Recurrence and conservativeness of symmetric diffusion processes by Girsanov transformations (Q1290993)

Let \(X\) be a separable metric space and \(m\) a \(\sigma\)-finite Borel measure on \(X\). Let \(({\mathcal E},{\mathcal F})\) be a quasi-regular Dirichlet space on \(L^2(X;m)\) with associated diffusion process \({\mathbb M}=(X_t,P_x)\) having no killing inside. For a nonnegative quasi-continuous function \(\varphi\) belonging to \({\mathcal F}\) locally in the broad sense, let \(\tau\) be the exit time from \(X_\varphi=\{x \in X:0<\varphi(x)<\infty\}\). Denote by \({\mathbb M}^\varphi=(X_t,P^\varphi_x)\) the process on \(X_\varphi\) transformed by the multiplicative functional \(L^{[\varphi]}_t= \exp[M^{[\log \varphi]}_t-{1 \over 2} \langle M^{[\log \varphi]}\rangle_t] I_{\{t \leq \tau\}}\).
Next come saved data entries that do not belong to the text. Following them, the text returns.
/// Packed RGB8 pixels, borrowed: an [`RgbImage`]'s, or a received RGB8 frame's own bytes.
#[derive(Debug, Clone, Copy, PartialEq, Eq)]
pub struct RgbView<'a> {
    /// Width in pixels.
    pub width: u32,
    /// Height in pixels.
    pub height: u32,
    /// `width * height * 3` bytes, red first.
    pub data: &'a [u8],
}

impl RgbImage {
    /// The pixels, borrowed.
    pub fn view(&self) -> RgbView<'_> {
        RgbView {
            width: self.width,
            height: self.height,
            data: &self.data,
        }
    }

    fn reset(&mut self, width: u32, height: u32) {
        self.width = width;
        self.height = height;
        // Every converter writes every byte it is asked for (every row, or the rows a resize reads), so a
        // buffer that already has the length is not cleared: clearing a 1920x1080 picture wrote 6 MB per
        // frame for nothing.
        self.data.resize(width as usize * height as usize * 3, 0);
    }
}

/// Reusable buffers for [`read_rgb`], kept per session so that steady streams allocate nothing.
#[derive(Debug, Default)]
pub struct DecodeScratch {
    decoded: Vec<u8>,
    yuv: yuv::RowBuffers,
}

/// The rows of a region that a resize reads ([`crate::preprocess::rows_read`]), one flag each; a raw frame
/// converts only those and leaves the other rows of the output as they were. `None` (or a mask of the wrong
/// length) means all. (Columns are not skipped: the vectorised row loops convert a whole row faster than the
/// scattered pairs of columns a linear resize reads.)
#[derive(Debug, Clone, Copy, Default)]
pub struct Needed<'a> {
    /// One flag per row of the region.
    pub rows: Option<&'a [bool]>,
}

impl<'a> Needed<'a> {
    /// Every row.
    pub const ALL: Needed<'static> = Needed { rows: None };

    /// The rows a mask flags (`None` for all).
    pub fn rows(rows: Option<&'a [bool]>) -> Self {
        Self { rows }
    }
}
The main purpose of this paper is to give the recurrence and conservativeness criteria of \({\mathbb M}^\varphi\) by using the growth of the volume of the ball determined by the intrinsic metric. The criteria given in this paper are generalizations of those given in the \(C_0\)-regular case by \textit{K.-Th. Sturm} [J. Reine Angew. Math. 456, 173-196 (1994; Zbl 0806.53041)] and \textit{H. Ôkura} [in: Dirichlet forms and stochastic processes, 291-303 (1995; Zbl 0840.60071)]. Some examples which cannot be covered by the framework of the regular Dirichlet spaces are also given.